There is an excellent series on BBC Radio 4 called ‘The Long View’, which compares current news with similar events in the past. Seen through this intelligent historical lens, the turbulent or baffling events of today become much easier to understand and potentially manage.

‘The Long View’ seems to be off air at the moment, which is a shame. Because there was an excellent edition waiting to be done before George Osborne stood up to make his Autumn Statement: about the power and influence of the modern Chancellor versus his Tory predecessors.

Take Ken Clarke, the jazz-loving bon-viveur who took over as Chancellor in the immediate aftermath of the ERM fiasco in 1993. From that point until the last days of John Major’s government in 1997, Clarke produced one successful budget after another, simultaneously delivering economic growth and keeping public expenditure under control.

It was a class act, presented in that languid style that kept Clarke comfortably at the top of government for decades, while his peers were felled one by one around him. How did he do it? Here’s the fascinating bit. If you look back at his tax and spending announcements from the 1990s, he really didn’t do all that much: a small cut in income tax here, a fractional rise in alcohol duty there. Clarke almost never cut across his cabinet colleagues. His aims were limited almost exclusively to how much money the government sought to raise and how much (or little) it wanted to spend. Big policy announcements on home affairs, social security and so on were left to those departments. It wasn't enough to save the Tory government politically, but it delivered a golden legacy to their New Labour successors.

Listening to Osborne speak the other day, I was struck by the sheer scale of what he was announcing. On and on he went, introducing major changes in all kinds of policy areas: expansion of mental health, selling off prisons, a huge expansion of house building, electrification of railways, changes to six form colleges. It just didn’t stop.

This wasn’t simply a forecast of government tax and spending. It was a complete strategy for UK plc, with hard-hatted George at the helm. He is the boss, the decider, the generous bestower of gifts, the Imperial Chancellor.

So where does that leave the Prime Minister?

As we settle into this new spell of Tory government, it is increasingly resembling the heyday of Brown-Blair era in one important respect: the return of two-person government, except this time with much warmer relations and better manners!
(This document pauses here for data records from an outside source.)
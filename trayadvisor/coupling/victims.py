"""Coupling ("crosstalk"): the EMF induced in victim signal loops by the power conductors.

Figures are RMS; mV/m and V at this boundary, SI inside.

Victim loops are the ``signal`` circuits: the loop between their ``a`` and ``b``
conductors (several conductors of one label share equally). The sources are every conductor
of a non-signal circuit. Optionally a *screen/earth loop* is reported: the pair taken as one
conductor at its centroid, returning through an earth reference plane at height
``earth_y_mm`` directly below (or above) it; the plane carries no induced current.
"""

from __future__ import annotations

from dataclasses import dataclass

import numpy as np

from trayadvisor.coupling.inductance import grover_mutual_finite
from trayadvisor.engine import Reaction, SourceArrays, layout_sources
from trayadvisor.engine.units import K_LINE, MM, MV
from trayadvisor.model import Layout


@dataclass(frozen=True)
class HarmonicPart:
    """One frequency component of a victim's EMF."""

    order: int
    frequency_hz: float
    induced_mV_per_m: float


@dataclass(frozen=True)
class VictimFigure:
    """EMF induced in one victim signal loop (RMS over all components)."""

    circuit: str
    induced_mV_per_m: float
    length_m: float | None
    induced_V: float | None  # over the run, finite-run formula; None without a length
    finite_length_factor: float | None  # finite-run per-metre EMF / infinite per-metre EMF
    harmonics: tuple[HarmonicPart, ...]
    earth_loop_mV_per_m: float | None = None
    earth_loop_V: float | None = None

    @property
    def name(self) -> str:
        return self.circuit


@dataclass(frozen=True)
class EmfPlan:
    """Position-independent part of the victim EMF: who is a victim, which are sources."""

    victims: tuple[str, ...]
    lengths: tuple[float | None, ...]
    points: np.ndarray  # (p,) int conductor indices of victim conductors
    weights: np.ndarray  # (V, p) float, +1/n_a on a, −1/n_b on b
    centroid: np.ndarray  # (V, p) float, 1/n over the victim's conductors
    source: np.ndarray  # (s,) int conductor indices of power conductors


def emf_plan(layout: Layout, length_m: float | None = None) -> EmfPlan:
    """Victims (signal circuits with an ``a`` and a ``b``) and the power conductors.

    A victim's run length is its circuit's ``length_m``, else ``length_m`` given here.
    """
    cons = layout.conductors
    systems = {c.name: c.system for c in layout.circuits}
    victims: list[str] = []
    lengths: list[float | None] = []
    rows: list[tuple[list[int], list[int]]] = []
    for circ in layout.circuits:
        if circ.system != "signal":
            continue
        a = [i for i, c in enumerate(cons) if c.circuit == circ.name and c.phase == "a"]
        b = [i for i, c in enumerate(cons) if c.circuit == circ.name and c.phase == "b"]
        if a and b:
            victims.append(circ.name)
            lengths.append(circ.length_m if circ.length_m is not None else length_m)
            rows.append((a, b))
    points = np.array([i for a, b in rows for i in a + b], dtype=int)
    w = np.zeros((len(rows), points.size))
    cen = np.zeros_like(w)
    col = 0
    for v, (a, b) in enumerate(rows):
        na, nb = len(a), len(b)
        w[v, col:col + na] = 1.0 / na
        w[v, col + na:col + na + nb] = -1.0 / nb
        cen[v, col:col + na + nb] = 1.0 / (na + nb)
        col += na + nb
    source = np.array([i for i, c in enumerate(cons)
                       if systems.get(c.circuit, "signal") != "signal"], dtype=int)
    return EmfPlan(tuple(victims), tuple(lengths), points, w, cen, source)


def vector_potential_kernel(src_xy_m: np.ndarray, pts_m: np.ndarray) -> np.ndarray:
    """A_z per ampere of each source line at each point, (..., p, s) float, T·m/A.

    ``src_xy_m`` is (..., s, 2), ``pts_m`` (..., p, 2); leading axes broadcast.

    Notes
    -----
    A_z = −(μ0/2π) ln r, defined up to a constant that cancels in every difference used
    here. References: Jackson, *Classical Electrodynamics*, 3rd ed., §5.4 (line current).
    """
    dx = pts_m[..., :, None, 0] - src_xy_m[..., None, :, 0]
    dy = pts_m[..., :, None, 1] - src_xy_m[..., None, :, 1]
    return -0.5 * K_LINE * np.log(dx * dx + dy * dy)


def emf_phasors(plan: EmfPlan, xy_m: np.ndarray, currents: np.ndarray, omega: np.ndarray,
                earth_y_m: float | None = None, reaction: Reaction | None = None
                ) -> tuple[np.ndarray, np.ndarray | None]:
    """Per-metre EMF phasor of each victim loop at each component.

    Parameters
    ----------
    plan : EmfPlan
    xy_m : (..., n, 2) float
        Conductor centres, m; leading axes are a batch of arrangements.
    currents : (..., H, n) complex
        RMS current phasors, A (broadcast against the batch).
    omega : (H,) float
        Angular frequency of each component, rad/s.
    earth_y_m : float, optional
        Height of the earth reference plane, m.
    reaction : Reaction, optional
        Plates nearby (:mod:`trayadvisor.fem`): their reaction potential is added.

    Returns
    -------
    emf : (..., H, V) complex
        E_h = jω_h (A_a − A_b), V/m.
    earth : (..., H, V) complex or None
        E_h = jω_h (A(centroid) − A(centroid projected onto the earth plane)), V/m.

    Notes
    -----
    A_z = −(μ0/2π) Σ_s I_s ln r_s; the difference of A_z between the two sides of a loop is
    its flux linkage per metre, reference-free. References: Grover, *Inductance
    Calculations*, 1946 (mutual inductance of parallel wires).
    """
    src_xy = xy_m[..., plan.source, :]
    pts = xy_m[..., plan.points, :]
    i_s = currents[..., plan.source]  # (..., H, s)
    kern = vector_potential_kernel(src_xy, pts)  # (..., p, s)
    a = i_s @ np.swapaxes(kern, -1, -2)  # (..., H, p)
    freqs = omega / (2.0 * np.pi)
    if reaction is not None:
        a = a + _plate_potential(reaction, src_xy, i_s, freqs, pts)
    jw = 1j * omega[:, None]
    emf = jw * (a @ plan.weights.T)
    if earth_y_m is None:
        return emf, None
    cen = plan.centroid @ pts  # (..., V, 2)
    foot = np.stack([cen[..., 0], np.full(cen.shape[:-1], earth_y_m)], axis=-1)
    k_c = vector_potential_kernel(src_xy, cen)
    k_f = vector_potential_kernel(src_xy, foot)
    diff = i_s @ np.swapaxes(k_c - k_f, -1, -2)
    if reaction is not None:
        diff = diff + (_plate_potential(reaction, src_xy, i_s, freqs, cen)
                       - _plate_potential(reaction, src_xy, i_s, freqs, foot))
    return emf, jw * diff


def _plate_potential(reaction: Reaction, src_xy: np.ndarray, i_s: np.ndarray,
                     freqs: np.ndarray, pts: np.ndarray) -> np.ndarray:
    """(..., H, p) the plates' reaction potential of the currents at the points."""
    batch = pts.shape[:-2]
    sx = np.broadcast_to(src_xy, (*batch, *src_xy.shape[-2:])).reshape(-1, *src_xy.shape[-2:])
    cur = np.broadcast_to(i_s, (*batch, *i_s.shape[-2:])).reshape(-1, *i_s.shape[-2:])
    flat = pts.reshape(-1, *pts.shape[-2:])
    out = [np.einsum("hps,hs->hp", reaction.potentials(s, freqs, p), c)
           for s, c, p in zip(sx, cur, flat, strict=True)]
    return np.stack(out).reshape(*batch, freqs.size, pts.shape[-2])


def finite_run_emf(plan: EmfPlan, xy_m: np.ndarray, currents: np.ndarray,
                   omega: np.ndarray, length_m: float, reaction: Reaction | None = None
                   ) -> np.ndarray:
    """|EMF| per metre of run of every victim over a run of ``length_m``, (H, V) V/m.

    Notes
    -----
    Each source–victim line pair is coupled by Grover's partial mutual inductance of two
    parallel filaments of length l, M(l, d) / l per metre, instead of (μ0/2π) ln(1/d).
    Plates (``reaction``) add their per-metre reaction unchanged: their own end effects
    are not modelled. References: Grover, *Inductance Calculations*, 1946.
    """
    pts = xy_m[plan.points]
    src = xy_m[plan.source]
    d = np.hypot(pts[:, None, 0] - src[None, :, 0], pts[:, None, 1] - src[None, :, 1])
    g = grover_mutual_finite(length_m, d) / length_m  # (p, s) H/m
    psi = currents[:, plan.source] @ g.T  # (H, p)
    if reaction is not None:
        psi = psi + _plate_potential(reaction, src, currents[:, plan.source],
                                     omega / (2.0 * np.pi), pts)
    return np.abs(omega[:, None] * (psi @ plan.weights.T))


def induced_emf(layout: Layout, length_m: float | None = None,
                src: SourceArrays | None = None,
                earth_y_mm: float | None = None) -> list[VictimFigure]:
    """EMF induced in every victim signal loop, per metre and over its run.

    Parameters
    ----------
    layout : Layout
    length_m : float, optional
        Run length for victims whose circuit gives no ``length_m``.
    src : SourceArrays, optional
        The currents (e.g. :func:`~trayadvisor.coupling.sharing.solved_sources`); equal
        shares when not given.
    earth_y_mm : float, optional
        Earth reference height, mm; defaults to the layout's ``earth_y_mm`` key when present.
        Adds the screen/earth loop figures.

    Returns
    -------
    list of VictimFigure, in layout order of the signal circuits.

    Notes
    -----
    Per component h: E_h = jω_h (A_a − A_b), |E| = sqrt(Σ_h |E_h|²) (DC adds nothing).
    Over a run of length l each source–victim line pair is coupled by Grover's partial
    mutual inductance M(l, d) instead of l·(μ0/2π) ln(1/d); the transverse end pieces of the
    loops are left out. ``finite_length_factor`` = finite-run EMF / (per-metre EMF × l),
    → 1 for runs long compared with the spacings; ``induced_V`` uses the finite-run value.

    References
    ----------
    F. W. Grover, *Inductance Calculations*, 1946 (parallel filaments, finite and infinite).
    """
    plan = emf_plan(layout, length_m)
    if not plan.victims:
        return []
    if earth_y_mm is None:
        earth_y_mm = layout.earth_y_mm
    src = src if src is not None else layout_sources(layout)
    omega = 2.0 * np.pi * src.frequency_hz
    xy = src.xy_m
    earth_m = None if earth_y_mm is None else float(earth_y_mm) * MM
    emf, earth = emf_phasors(plan, xy, src.currents, omega, earth_m, src.reaction)
    mag = np.abs(emf)  # (H, V)
    total = np.sqrt(np.sum(mag**2, axis=0))
    e_tot = None if earth is None else np.sqrt(np.sum(np.abs(earth) ** 2, axis=0))
    fin_tot: dict[float, np.ndarray] = {}  # one kernel per distinct run length
    for length in {float(x) for x in plan.lengths if x is not None}:
        fin = finite_run_emf(plan, xy, src.currents, omega, length, src.reaction)
        fin_tot[length] = np.sqrt(np.sum(fin**2, axis=0))
    out: list[VictimFigure] = []
    ac = src.orders > 0
    for v, name in enumerate(plan.victims):
        length = plan.lengths[v]
        factor = volts = earth_v = None
        if length is not None:
            f_v = float(fin_tot[float(length)][v])
            factor = f_v / total[v] if total[v] > 0 else 1.0
            volts = f_v * length
            if e_tot is not None:
                earth_v = float(e_tot[v]) * length
        parts = tuple(HarmonicPart(int(h), float(f), float(m * MV)) for h, f, m in
                      zip(src.orders[ac], src.frequency_hz[ac], mag[ac, v], strict=True))
        out.append(VictimFigure(
            circuit=name, induced_mV_per_m=float(total[v] * MV), length_m=length,
            induced_V=volts, finite_length_factor=factor, harmonics=parts,
            earth_loop_mV_per_m=None if e_tot is None else float(e_tot[v] * MV),
            earth_loop_V=earth_v))
    return out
Partly through agreement, partly through gritted teeth, the New Labour titans settled into a pattern: the PM managed foreign affairs and defence, while the Chancellor ruled the roost domestically.

In the case of Brown and Blair, you could argue that it worked, for a while at least. The arrangement fell apart after Brown became PM and Alistair Darling moved into the Treasury. It’s clear reading the memoirs of those days – most spectacularly those of Damian McBride – that Brown simply wasn’t prepared to let the new Chancellor have the same authority that he enjoyed at the Treasury. The new PM wanted to be the ‘conducateur’ of everything, direct from Number Ten. And we all know how that story ended.

I wonder if we are going to see the same history repeat itself, perhaps as farce rather than tragedy. Given how much he clearly enjoys his power over domestic affairs, I find it very hard to imagine Prime Minister Osborne conceding much of that space to his new Chancellor. Whether it’s the favourite, Sajid Javid, or someone else, that person will owe almost everything politically to the PM, and be in no position to set the terms for his new appointment.

Osborne’s accession to Number Ten is likely to coincide with the next downturn in the economic cycle. There is a danger that the horrors of 2007-10 may be repeated, with dysfunction and discord at the top of government, at exactly the moment when the opposite would be required.

I guess the X-Factor in all of this is Osborne’s famed cleverness. Maybe he is wise enough to look at what happened in the previous decade, and establish a more stable partnership with his Chancellor. Perhaps he will be happy to move into a Cameron-like foreign affairs role. Somehow I doubt it.

Whatever does happen, it’s pretty clear that we are set for another two or three years of most of the major decisions in UK government being taken by just two people, as they were with Brown and Blair for a decade or so. In Scotland, it could be argued that it’s just one person, with the First Minister looking increasingly unchallengeable.

Call me old fashioned, but I do long for a return to a more collective form of cabinet government, of the kind which existed before Mrs Thatcher and which resurfaced briefly in the era of Major, Clarke and Heseltine.

Why is this idea so outmoded? Surely the complexity of modern society and international affairs means that more wise heads than ever before are required to solve the political, diplomatic and social issues that confront us.

The problem is that politicians have become convinced that the route to success, based on polling evidence, is to be perceived, first and foremost, as ‘strong-decisive’, rather than ‘consensual-thoughtful’. There are plenty of media headlines in the former, none in the latter.

We seem to be longing for the political Wizard of Oz who tells us that he or she is capable of coming up with the answer to everything – housing, policing, healthcare, social care, transport, pensions, you name it. And we all know what the Wiz turned out to be once the curtain was revealed – just like the rest of us: unsure of himself, a bit feeble, winging it for the most part, looking in vain for the right answers.